No specific details were released, but the proposal reportedly includes an enhanced residual bonus for high-performing streaming shows, comprehensive protections on the use of artificial intelligence and the highest increase in minimum residual payments in 40 years, Variety, the entertainment trade publication, reported.

“We didn’t just come toward you,” Netflix CEO Ted Sarandos reportedly told negotiators during Saturday’s Zoom session. “We came all the way to you.”

Meanwhile, no new talks are scheduled between the union and the Alliance of Motion Picture and Television Producers, which represents the studios.

The latest developments come after the two sides met for roughly two hours Saturday and for each of the previous 12 days, according to multiple media reports.

Four top studio CEOs — Sarandos, David Zaslav of Warner Bros. Discovery, Donna Langley of NBCUniversal and Bob Iger of Disney — have periodically participated in the contract talks.

On Saturday, they were joined by an expanded team of studio executives that also included Paramount’s Brian Robbins; Disney’s Dana Walden and co-Chairman Alan Bergman; Amazon Studios’ Mike Hopkins and Jen Salke; Sony Pictures Chairperson Tony Vinciquerra; and Apple Studios’ Jamie Erlicht and Zack Van Amburg, Variety reported.

SAG-AFTRA is seeking limitations on the use of artificial intelligence to re-create actors’ likenesses and performances, while the AMPTP has advocated for informed consent and fair pay in situations where performers are digitally replicated, according to the Los Angeles Times.
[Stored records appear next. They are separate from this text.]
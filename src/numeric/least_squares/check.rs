//! Analytic Jacobians against finite differences.

use super::LeastSquares;

/// Halvings of the step, and so the order of extrapolation.
const LEVELS: usize = 3;

/// The largest deviation of the analytic Jacobian at `parameters` from central differences with
/// steps `steps`, `steps` / 2, `steps` / 4, extrapolated to zero step (Richardson; error of sixth
/// order in the step). Each deviation is relative to the largest derivative by the same parameter, or
/// absolute where all of them are zero. For tests of models; allocates.
///
/// `NaN` where any number met is not finite, so that a comparison with a tolerance fails.
pub fn check_jacobian<P: LeastSquares + ?Sized>(
    problem: &mut P,
    parameters: &[f64],
    steps: &[f64],
) -> f64 {
    let rows = problem.residuals();
    let mut ahead = vec![0.0; rows];
    let mut behind = vec![0.0; rows];
    let structure = problem.structure();
    let mut stored = vec![0.0; structure.numbers()];
    problem.evaluate(parameters, &mut ahead, Some(&mut stored));
    let mut jacobian = vec![0.0; rows * parameters.len()];
    structure.expand(&stored, parameters.len(), &mut jacobian);
    let mut shifted = parameters.to_vec();
    let mut worst = 0.0_f64;
    for (parameter, column) in jacobian.chunks_exact(rows).enumerate() {
        let mut differences = [const { Vec::new() }; LEVELS];
        for (level, difference) in differences.iter_mut().enumerate() {
            let step = steps[parameter] / f64::from(1 << level);
            let (above, below) = (parameters[parameter] + step, parameters[parameter] - step);
            shifted[parameter] = above;
            problem.evaluate(&shifted, &mut ahead, None);
            shifted[parameter] = below;
            problem.evaluate(&shifted, &mut behind, None);
            *difference = (ahead.iter().zip(&behind))
                .map(|(ahead, behind)| (ahead - behind) / (above - below))
                .collect::<Vec<_>>();
        }
        shifted[parameter] = parameters[parameter];
        let largest = column
            .iter()
            .fold(0.0_f64, |largest, x| largest.max(x.abs()));
        let unit = if largest > 0.0 { largest } else { 1.0 };
        for (row, &analytic) in column.iter().enumerate() {
            let [coarse, middle, fine] = differences.each_ref().map(|difference| difference[row]);
            let first = [
                middle + (middle - coarse) / 3.0,
                fine + (fine - middle) / 3.0,
            ];
            let numeric = first[1] + (first[1] - first[0]) / 15.0;
            let deviation = (analytic - numeric).abs() / unit;
            if !deviation.is_finite() {
                return f64::NAN;
            }
            worst = worst.max(deviation);
        }
    }
    worst
}
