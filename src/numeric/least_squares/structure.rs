//! Which residuals depend on which parameters: a joint fit's Jacobian is mostly zeros, and neither
//! stored nor multiplied where it is.

use super::MAX_PARAMETERS;

/// Most blocks of a structure.
pub const MAX_BLOCKS: usize = 4;

/// Consecutive residuals that depend on the same parameters.
#[derive(Clone, Copy, Debug, PartialEq, Eq)]
pub struct RowBlock {
    rows: usize,
    parameters: [usize; MAX_PARAMETERS],
    count: usize,
}

impl RowBlock {
    /// `rows` residuals that depend on the given parameters (positions, in any order, each once).
    ///
    /// # Panics
    ///
    /// Where there are more than [`MAX_PARAMETERS`] of them.
    #[must_use]
    pub fn new(rows: usize, parameters: &[usize]) -> Self {
        let mut block = Self {
            rows,
            parameters: [0; MAX_PARAMETERS],
            count: parameters.len(),
        };
        block.parameters[..parameters.len()].copy_from_slice(parameters);
        block
    }

    const EMPTY: Self = Self {
        rows: 0,
        parameters: [0; MAX_PARAMETERS],
        count: 0,
    };

    /// Number of residuals.
    #[must_use]
    pub fn rows(&self) -> usize {
        self.rows
    }

    /// The parameters, in the order of the block's columns.
    #[must_use]
    pub fn parameters(&self) -> &[usize] {
        &self.parameters[..self.count]
    }

    fn numbers(&self) -> usize {
        self.rows * self.count
    }
}

/// The blocks of a Jacobian, in the order of the residuals.
///
/// A Jacobian is stored block by block, each column by column: the derivative of a block's residual i
/// by its parameter k stands at `start of the block + k * rows + i`.
#[derive(Clone, Copy, Debug, PartialEq, Eq)]
pub struct Structure {
    blocks: [RowBlock; MAX_BLOCKS],
    count: usize,
}

impl Structure {
    /// Every residual depends on every parameter.
    ///
    /// # Panics
    ///
    /// Where there are more than [`MAX_PARAMETERS`] of them.
    #[must_use]
    pub fn dense(rows: usize, parameters: usize) -> Self {
        let all: [usize; MAX_PARAMETERS] = std::array::from_fn(|index| index);
        Self::new(&[RowBlock::new(rows, &all[..parameters])])
    }

    /// The given blocks.
    ///
    /// # Panics
    ///
    /// Where there are more than [`MAX_BLOCKS`].
    #[must_use]
    pub fn new(blocks: &[RowBlock]) -> Self {
        let mut structure = Self {
            blocks: [RowBlock::EMPTY; MAX_BLOCKS],
            count: blocks.len(),
        };
        structure.blocks[..blocks.len()].copy_from_slice(blocks);
        structure
    }

    /// The blocks.
    #[must_use]
    pub fn blocks(&self) -> &[RowBlock] {
        &self.blocks[..self.count]
    }

    /// Number of residuals.
    #[must_use]
    pub fn rows(&self) -> usize {
        self.blocks().iter().map(RowBlock::rows).sum()
    }

    /// Numbers that a Jacobian stores.
    #[must_use]
    pub fn numbers(&self) -> usize {
        self.blocks().iter().map(RowBlock::numbers).sum()
    }

    /// The residual and the parameter of a stored number.
    pub(super) fn place(&self, mut index: usize) -> (usize, usize) {
        let mut first = 0;
        for block in self.blocks() {
            if index < block.numbers() {
                return (
                    first + index % block.rows,
                    block.parameters()[index / block.rows],
                );
            }
            index -= block.numbers();
            first += block.rows;
        }
        (first, 0)
    }

    /// Each block with its part of a stored Jacobian and of the residuals.
    pub(super) fn parts<'a>(
        &'a self,
        mut jacobian: &'a [f64],
        mut residuals: &'a [f64],
    ) -> impl Iterator<Item = (&'a RowBlock, &'a [f64], &'a [f64])> {
        self.blocks().iter().map(move |block| {
            let (own, rest) = jacobian.split_at(block.numbers());
            jacobian = rest;
            let (rows, rest) = residuals.split_at(block.rows);
            residuals = rest;
            (block, own, rows)
        })
    }

    /// Writes a stored Jacobian out, column by column with its zeros, into `dense` (all residuals
    /// times `columns`).
    pub(super) fn expand(&self, stored: &[f64], columns: usize, dense: &mut [f64]) {
        let rows = self.rows();
        dense[..rows * columns].fill(0.0);
        let mut start = 0;
        let mut first = 0;
        for block in self.blocks() {
            for parameter in block.parameters() {
                let target = parameter * rows + first;
                dense[target..target + block.rows]
                    .copy_from_slice(&stored[start..start + block.rows]);
                start += block.rows;
            }
            first += block.rows;
        }
    }
}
The studios have warned that unless a deal is reached within the week it will be impossible for broadcasters to salvage half a season of scripted television.

The 2024 summer movie season is also increasingly in peril, as more and more films have been delayed to 2025.

The union’s other demands include general wage increases, boosts in compensation for successful streaming programs and improvements in health and retirement benefits.

The strike is the longest film-TV work stoppage in the union’s history.